WORK TO COMPLETE:
Return every line from the one with "value : float" through the one with "def db20(ratio: float)", inclusive, exactly as it appears below.

Collected data entries:
********************
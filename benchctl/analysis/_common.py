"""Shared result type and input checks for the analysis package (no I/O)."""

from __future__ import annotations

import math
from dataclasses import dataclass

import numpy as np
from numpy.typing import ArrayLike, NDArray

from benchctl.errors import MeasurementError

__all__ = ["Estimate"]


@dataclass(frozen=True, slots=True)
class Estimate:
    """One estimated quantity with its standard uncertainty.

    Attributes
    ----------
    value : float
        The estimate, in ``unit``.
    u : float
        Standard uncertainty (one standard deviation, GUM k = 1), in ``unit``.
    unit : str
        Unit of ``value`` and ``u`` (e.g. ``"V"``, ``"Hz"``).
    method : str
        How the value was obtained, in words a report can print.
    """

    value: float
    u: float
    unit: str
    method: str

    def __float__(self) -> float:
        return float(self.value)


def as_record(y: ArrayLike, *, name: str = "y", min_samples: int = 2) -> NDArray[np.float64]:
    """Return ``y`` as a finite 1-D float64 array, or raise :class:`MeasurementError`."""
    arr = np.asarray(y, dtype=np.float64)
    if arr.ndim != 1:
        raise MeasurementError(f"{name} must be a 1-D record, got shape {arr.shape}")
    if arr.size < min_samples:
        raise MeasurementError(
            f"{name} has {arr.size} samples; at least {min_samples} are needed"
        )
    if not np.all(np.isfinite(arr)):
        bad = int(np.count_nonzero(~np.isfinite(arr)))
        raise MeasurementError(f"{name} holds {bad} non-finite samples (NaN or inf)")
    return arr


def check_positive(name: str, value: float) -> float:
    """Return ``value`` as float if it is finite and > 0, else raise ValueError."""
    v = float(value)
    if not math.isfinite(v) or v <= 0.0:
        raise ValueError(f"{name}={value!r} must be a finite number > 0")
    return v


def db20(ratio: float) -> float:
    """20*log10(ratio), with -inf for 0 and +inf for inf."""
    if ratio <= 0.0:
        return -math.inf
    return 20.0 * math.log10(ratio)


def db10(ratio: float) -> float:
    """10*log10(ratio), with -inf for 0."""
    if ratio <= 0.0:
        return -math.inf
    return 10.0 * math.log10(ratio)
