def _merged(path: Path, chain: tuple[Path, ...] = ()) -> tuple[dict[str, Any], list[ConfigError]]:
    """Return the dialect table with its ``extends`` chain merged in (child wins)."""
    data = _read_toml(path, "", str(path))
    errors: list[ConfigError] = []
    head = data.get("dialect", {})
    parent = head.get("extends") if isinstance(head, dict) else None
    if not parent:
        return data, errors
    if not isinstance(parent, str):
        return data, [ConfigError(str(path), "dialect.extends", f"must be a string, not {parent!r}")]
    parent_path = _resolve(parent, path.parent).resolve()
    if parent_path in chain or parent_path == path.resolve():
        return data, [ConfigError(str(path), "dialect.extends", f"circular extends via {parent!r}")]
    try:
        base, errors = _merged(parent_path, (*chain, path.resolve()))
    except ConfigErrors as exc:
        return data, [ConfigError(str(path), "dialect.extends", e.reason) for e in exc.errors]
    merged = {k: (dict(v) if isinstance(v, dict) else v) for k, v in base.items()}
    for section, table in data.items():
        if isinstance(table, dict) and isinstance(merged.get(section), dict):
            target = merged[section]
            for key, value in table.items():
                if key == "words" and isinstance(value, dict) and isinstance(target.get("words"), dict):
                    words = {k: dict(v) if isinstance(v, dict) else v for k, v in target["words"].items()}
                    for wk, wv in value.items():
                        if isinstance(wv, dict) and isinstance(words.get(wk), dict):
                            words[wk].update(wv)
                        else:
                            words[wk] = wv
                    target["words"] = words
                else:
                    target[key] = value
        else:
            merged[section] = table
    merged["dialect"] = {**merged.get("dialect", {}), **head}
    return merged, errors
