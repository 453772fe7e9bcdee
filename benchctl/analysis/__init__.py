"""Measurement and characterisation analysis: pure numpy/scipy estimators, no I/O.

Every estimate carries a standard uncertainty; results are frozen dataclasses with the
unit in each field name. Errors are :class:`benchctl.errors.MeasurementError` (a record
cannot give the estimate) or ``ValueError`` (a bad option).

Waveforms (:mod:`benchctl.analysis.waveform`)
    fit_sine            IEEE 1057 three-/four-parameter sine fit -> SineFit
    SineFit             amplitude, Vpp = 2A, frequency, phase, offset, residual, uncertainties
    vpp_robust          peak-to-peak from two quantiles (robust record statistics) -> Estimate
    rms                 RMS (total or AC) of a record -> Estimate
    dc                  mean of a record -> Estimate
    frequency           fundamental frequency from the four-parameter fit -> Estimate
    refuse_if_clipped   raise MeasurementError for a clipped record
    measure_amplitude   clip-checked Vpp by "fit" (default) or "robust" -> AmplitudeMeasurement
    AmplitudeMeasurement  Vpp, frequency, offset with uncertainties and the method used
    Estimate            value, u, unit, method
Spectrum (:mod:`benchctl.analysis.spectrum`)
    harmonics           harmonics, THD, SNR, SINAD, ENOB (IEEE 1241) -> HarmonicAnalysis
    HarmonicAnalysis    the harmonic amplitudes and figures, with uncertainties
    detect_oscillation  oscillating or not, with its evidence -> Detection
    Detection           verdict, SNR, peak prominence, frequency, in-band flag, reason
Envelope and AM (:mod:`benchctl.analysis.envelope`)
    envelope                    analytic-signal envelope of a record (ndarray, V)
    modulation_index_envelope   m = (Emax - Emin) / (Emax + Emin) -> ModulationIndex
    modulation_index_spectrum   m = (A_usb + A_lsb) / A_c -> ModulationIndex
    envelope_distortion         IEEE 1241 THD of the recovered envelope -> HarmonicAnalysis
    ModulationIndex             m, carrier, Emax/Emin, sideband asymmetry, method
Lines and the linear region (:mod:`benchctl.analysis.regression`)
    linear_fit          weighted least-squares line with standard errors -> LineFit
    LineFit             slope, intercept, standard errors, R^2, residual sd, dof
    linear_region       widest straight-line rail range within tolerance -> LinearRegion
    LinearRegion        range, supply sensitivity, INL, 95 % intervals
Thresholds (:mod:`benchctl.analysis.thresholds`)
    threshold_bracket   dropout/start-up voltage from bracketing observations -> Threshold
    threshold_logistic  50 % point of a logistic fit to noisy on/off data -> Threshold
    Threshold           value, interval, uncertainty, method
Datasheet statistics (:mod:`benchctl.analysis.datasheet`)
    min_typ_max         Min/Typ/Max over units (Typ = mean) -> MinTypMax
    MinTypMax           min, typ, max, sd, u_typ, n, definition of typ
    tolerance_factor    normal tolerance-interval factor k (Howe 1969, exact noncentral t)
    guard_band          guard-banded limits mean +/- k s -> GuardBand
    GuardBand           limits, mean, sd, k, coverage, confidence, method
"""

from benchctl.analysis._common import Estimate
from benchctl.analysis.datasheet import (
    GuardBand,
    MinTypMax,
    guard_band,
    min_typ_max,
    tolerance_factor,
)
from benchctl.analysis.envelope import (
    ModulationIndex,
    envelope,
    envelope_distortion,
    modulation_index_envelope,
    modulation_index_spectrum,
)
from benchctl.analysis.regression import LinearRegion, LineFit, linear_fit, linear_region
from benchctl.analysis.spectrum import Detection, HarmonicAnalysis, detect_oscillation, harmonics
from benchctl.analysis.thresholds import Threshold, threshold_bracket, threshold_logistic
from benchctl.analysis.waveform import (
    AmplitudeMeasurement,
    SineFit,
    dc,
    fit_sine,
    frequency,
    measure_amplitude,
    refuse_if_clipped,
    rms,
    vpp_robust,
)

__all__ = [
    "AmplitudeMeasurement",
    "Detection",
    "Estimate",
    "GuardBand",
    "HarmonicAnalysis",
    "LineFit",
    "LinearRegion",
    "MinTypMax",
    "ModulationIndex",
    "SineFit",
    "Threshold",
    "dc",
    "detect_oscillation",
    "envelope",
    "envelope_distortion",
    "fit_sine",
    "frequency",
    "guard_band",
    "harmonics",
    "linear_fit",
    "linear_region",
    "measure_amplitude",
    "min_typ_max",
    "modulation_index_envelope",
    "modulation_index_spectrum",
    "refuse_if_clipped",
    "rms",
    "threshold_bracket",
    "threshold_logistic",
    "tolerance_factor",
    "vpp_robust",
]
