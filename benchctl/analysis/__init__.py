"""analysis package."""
********************
ANSWER BOX:
    value : float
        The estimate, in ``unit``.
    u : float
        Standard uncertainty (one standard deviation, GUM k = 1), in ``unit``.
    unit : str
        Unit of ``value`` and ``u`` (e.g. ``"V"``, ``"Hz"``).
    method : str
        How the value was obtained, in words a report can print.
    """

    value: float
    u: float
    unit: str
    method: str

    def __float__(self) -> float:
        return float(self.value)


def as_record(y: ArrayLike, *, name: str = "y", min_samples: int = 2) -> NDArray[np.float64]:
    """Return ``y`` as a finite 1-D float64 array, or raise :class:`MeasurementError`."""
    arr = np.asarray(y, dtype=np.float64)
    if arr.ndim != 1:
        raise MeasurementError(f"{name} must be a 1-D record, got shape {arr.shape}")
    if arr.size < min_samples:
        raise MeasurementError(
            f"{name} has {arr.size} samples; at least {min_samples} are needed"
        )
    if not np.all(np.isfinite(arr)):
        bad = int(np.count_nonzero(~np.isfinite(arr)))
        raise MeasurementError(f"{name} holds {bad} non-finite samples (NaN or inf)")
    return arr


def check_positive(name: str, value: float) -> float:
    """Return ``value`` as float if it is finite and > 0, else raise ValueError."""
    v = float(value)
    if not math.isfinite(v) or v <= 0.0:
        raise ValueError(f"{name}={value!r} must be a finite number > 0")
    return v


def db20(ratio: float) -> float:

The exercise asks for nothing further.